*** Opening Excerpted data ***

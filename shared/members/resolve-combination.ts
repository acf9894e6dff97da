import type { GivenValue } from '../calc/quantity.ts';
import { normalDesignation } from '../sections/table.ts';
import { forceProblems } from './force-level.ts';
import { type ReadQuantity, TYPED } from './given-values.ts';
import type { CalculationInput, CombinationInput } from './input.ts';
import { resolveLoads, resolveSupports } from './resolve-loads.ts';
import { resolveSway } from './resolve-sway.ts';
import type { ResolvedCombination, ResolvedRestraint } from './resolved.ts';

export interface CombinationContext {
  readonly input: CalculationInput;
  /** The member's section as typed. */
  readonly section: string;
  readonly problem: (path: string, message: string) => void;
  readonly quantity: ReadQuantity;
  readonly length: GivenValue;
  readonly restraints: readonly ResolvedRestraint[] | null;
}

/** One force set. Forces belong to the section they were analysed with. */
export function resolveCombination(
  c: CombinationInput,
  index: number,
  context: CombinationContext,
): ResolvedCombination {
  const { input, section, problem, quantity } = context;
  const path = `combinations[${index}]`;
  for (const { field, message } of forceProblems(c, input.design))
    problem(`${path}.${field}`, message);
  const elsewhere =
    c.analysedWith !== undefined &&
    normalDesignation(c.analysedWith) !== normalDesignation(section);
  const asAnalysed = <T extends GivenValue | null>(given: T): T =>
    given && elsewhere ? { ...given, confirmed: false } : given;
  const read: typeof quantity = (at, given, dimension) =>
    asAnalysed(quantity(at, given, dimension));
  const places = { ...context, path, read };
  const moment = (field: 'MxA' | 'MxB' | 'MyA' | 'MyB' | 'MxMax' | 'MyMax') =>
    read(`${path}.${field}`, c[field], 'moment');
  const none: GivenValue = { value: 0, text: '0', source: TYPED, confirmed: false };
  const P = asAnalysed(quantity(`${path}.P`, c.P, 'force') ?? none);
  // A moment left out is zero, with the source and state of the force set.
  const zero = { ...P, value: 0, text: input.units === 'us' ? '0 kip ft' : '0 kN m' };
  return {
    id: c.id ?? `c${index + 1}`,
    name: c.name,
    analysedWith: elsewhere && c.analysedWith ? normalDesignation(c.analysedWith) : null,
    P,
    moments: {
      x: { A: moment('MxA') ?? zero, B: moment('MxB') ?? zero, max: moment('MxMax') },
      y: { A: moment('MyA') ?? zero, B: moment('MyB') ?? zero, max: moment('MyMax') },
    },
    supports: resolveSupports(c.supports, places),
    loads: resolveLoads(c.loads, places),
    shears: {
      x: read(`${path}.Vx`, c.Vx, 'force'),
      y: read(`${path}.Vy`, c.Vy, 'force'),
    },
    sway: resolveSway(c.sway, path, problem, read),
  };
}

*** Closing Excerpted data ***

» **Exercise goal**
Everything from the line that contains "A: moment('MyA') ??" through the final line of the listing is to be restated word for word, and nothing more.

» **Answer for the task**
      y: { A: moment('MyA') ?? zero, B: moment('MyB') ?? zero, max: moment('MyMax') },
    },
    supports: resolveSupports(c.supports, places),
    loads: resolveLoads(c.loads, places),
    shears: {
      x: read(`${path}.Vx`, c.Vx, 'force'),
      y: read(`${path}.Vy`, c.Vy, 'force'),
    },
    sway: resolveSway(c.sway, path, problem, read),
  };
}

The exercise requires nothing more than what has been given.